[Stored data]

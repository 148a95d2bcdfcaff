package table

import (
	"strings"

	"phaselag/data/unit"
)

// Concept is what a column means. The values are the keys of "columns" in the
// campaign file.
type Concept string

// The concepts that headings are understood as.
const (
	Frequency         Concept = "frequency"
	Temperature       Concept = "temperature"
	Storage           Concept = "storage modulus"
	Loss              Concept = "loss modulus"
	Magnitude         Concept = "complex modulus" // its magnitude
	Phase             Concept = "phase angle"
	LossFactor        Concept = "loss factor"
	Strain            Concept = "strain"
	Time              Concept = "time"
	RelaxationModulus Concept = "relaxation modulus"
	StaticModulus     Concept = "modulus"
	Segment           Concept = "segment" // a number or name that changes from run to run

	// Used where the specimen is described, or understood so that they are not taken
	// for something else.
	SetTemperature   Concept = "set temperature"
	StaticStrain     Concept = "static strain"
	StaticForce      Concept = "static force"
	ComplexViscosity Concept = "complex viscosity"
	Stress           Concept = "stress"
	Torque           Concept = "torque"
	Force            Concept = "force"
	Displacement     Concept = "displacement"
	Angle            Concept = "angle"     // of twist
	Stiffness        Concept = "stiffness" // magnitude of the complex stiffness
	StorageStiffness Concept = "storage stiffness"
	LossStiffness    Concept = "loss stiffness"
)

// concept describes how headings name a concept.
type concept struct {
	name     Concept
	quantity unit.Quantity // "" for text
	symbols  []string      // capitals count; primes as ' and ''; no blanks
	words    []string      // small letters, no blanks, hyphens or underscores
}

// vocabulary holds the usual symbols and words (ISO 4664-1 and ISO 6721-1 use
// most of them; the rest is common practice, no source).
var vocabulary = []concept{
	{Frequency, unit.Frequency,
		[]string{"f", "ω", "w", "omega"},
		[]string{"frequency", "freq", "testfrequency", "angularfrequency", "angfrequency", "angfreq", "angularfreq", "circularfrequency", "frequenz", "fréquence"}},
	{Temperature, unit.Temperature,
		[]string{"T", "θ", "ϑ"},
		[]string{"temperature", "temp", "sampletemperature", "specimentemperature", "testtemperature", "meantemperature", "actualtemperature", "temperatur", "température"}},
	{Storage, unit.Modulus,
		[]string{"G'", "E'", "g'", "e'", "Gp", "Ep", "Gprime", "Eprime", "gprime", "eprime"},
		[]string{"storagemodulus", "storagemod", "speichermodul", "storage"}},
	{Loss, unit.Modulus,
		[]string{"G''", "E''", "g''", "e''", "Gpp", "Epp", "Gdoubleprime", "Edoubleprime", "gdoubleprime", "edoubleprime"},
		[]string{"lossmodulus", "lossmod", "verlustmodul"}},
	{Magnitude, unit.Modulus,
		[]string{"|G*|", "|E*|", "G*", "E*", "g*", "e*", "Gstar", "Estar", "gstar", "estar"},
		[]string{"complexmodulus", "complexmod", "dynamicmodulus", "magnitudeofcomplexmodulus", "complexmodulusmagnitude", "modulusmagnitude", "absolutemodulus", "|complexmodulus|"}},
	{Phase, unit.Angle,
		[]string{"δ", "φ", "ϕ"},
		[]string{"delta", "phase", "phaseangle", "lossangle", "phaseshift", "phaselag", "phasewinkel", "phi"}},
	{LossFactor, unit.Relative,
		[]string{"tanδ", "tan(δ)", "tgδ", "η", "G''/G'", "E''/E'", "tanD", "tand"},
		[]string{"tandelta", "tan(delta)", "tgdelta", "lossfactor", "losstangent", "dampingfactor", "verlustfaktor"}},
	{Strain, unit.Strain,
		[]string{"γ", "γ0", "γa", "ε", "ε0", "εa"},
		[]string{"strain", "strainamplitude", "strainamp", "amplitudeofstrain", "dynamicstrain", "oscillationstrain", "oscillatorystrain", "dynamicstrainamplitude", "gamma", "dehnung", "déformation"}},
	{Time, unit.Time, []string{"t"}, []string{"time", "testtime", "elapsedtime", "relaxationtime", "zeit"}},
	{RelaxationModulus, unit.Modulus, []string{"G(t)", "E(t)"}, []string{"relaxationmodulus", "stressrelaxationmodulus", "relaxationmod"}},
	{StaticModulus, unit.Modulus, []string{"G", "E"}, []string{"modulus", "staticmodulus", "youngsmodulus", "youngmodulus"}},
	{Segment, "", nil, []string{"rep", "repeat", "replicate", "repetition", "segment", "sweep", "run", "block", "step", "stepno", "stepnumber", "isotherm", "cycle", "interval", "series"}},

	{SetTemperature, unit.Temperature, nil, []string{"settemperature", "nominaltemperature", "temperatureset", "settemp", "programmedtemperature", "targettemperature", "chambertemperature", "oventemperature"}},
	{StaticStrain, unit.Strain, nil, []string{"staticstrain", "prestrain", "meanstrain"}},
	{StaticForce, unit.Force, nil, []string{"staticforce", "preload", "meanforce", "staticload"}},
	{ComplexViscosity, unit.Viscosity, []string{"η*", "|η*|"}, []string{"complexviscosity", "dynamicviscosity", "etastar"}},
	{Stress, unit.Modulus, []string{"σ", "τ"}, []string{"stress", "stressamplitude", "oscillationstress", "sigma", "tau"}},
	{Torque, unit.Torque, []string{"M"}, []string{"torque", "oscillationtorque", "moment", "torqueamplitude", "drehmoment"}},
	{Force, unit.Force, []string{"F"}, []string{"force", "dynamicforce", "forceamplitude", "load", "kraft"}},
	{Displacement, unit.Length, []string{"x"}, []string{"displacement", "dynamicdisplacement", "displacementamplitude", "oscillationdisplacement", "deflection", "travel", "weg"}},
	{Angle, unit.Angle, nil, []string{"angle", "twist", "angleoftwist", "twistangle", "rotation", "angleamplitude", "deflectionangle", "angulardisplacement", "oscillationangle"}},
	{Stiffness, unit.Stiffness, []string{"K*", "|K*|", "k*", "|k*|"}, []string{"stiffness", "complexstiffness", "dynamicstiffness", "springrate", "stiffnessmagnitude"}},
	{StorageStiffness, unit.Stiffness, []string{"K'", "k'"}, []string{"storagestiffness", "elasticstiffness"}},
	{LossStiffness, unit.Stiffness, []string{"K''", "k''"}, []string{"lossstiffness"}},
}

// Concepts lists the keys that "columns" of a campaign file may have.
func Concepts() []string {
	return []string{string(Frequency), string(Temperature), string(Storage), string(Loss), string(Magnitude), string(Phase),
		string(LossFactor), string(Strain), string(Time), string(RelaxationModulus), string(StaticModulus), string(Segment),
		string(Stiffness), string(StorageStiffness), string(LossStiffness), string(Force), string(Displacement), string(Torque), string(Angle)}
}

// Quantity says in which quantity the numbers of a concept are; "" for text.
func (c Concept) Quantity() unit.Quantity {
	for _, v := range vocabulary {
		if v.name == c {
			return v.quantity
		}
	}
	return ""
}

// ParseConcept finds the concept that a key of "columns" names: its own name or
// any heading that would be understood as it.
func ParseConcept(key string) (Concept, bool) {
	k := strings.ReplaceAll(key, "_", " ")
	for _, c := range Concepts() {
		if strings.EqualFold(c, k) {
			return Concept(c), true
		}
	}
	m, ok := recognize(key)
	return m.concept, ok
}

Exercise objective:
Using the entries above, find all lines with "vocabulary". Copy them.

Answer to this exercise:
// vocabulary holds the usual symbols and words (ISO 4664-1 and ISO 6721-1 use
var vocabulary = []concept{
	for _, v := range vocabulary {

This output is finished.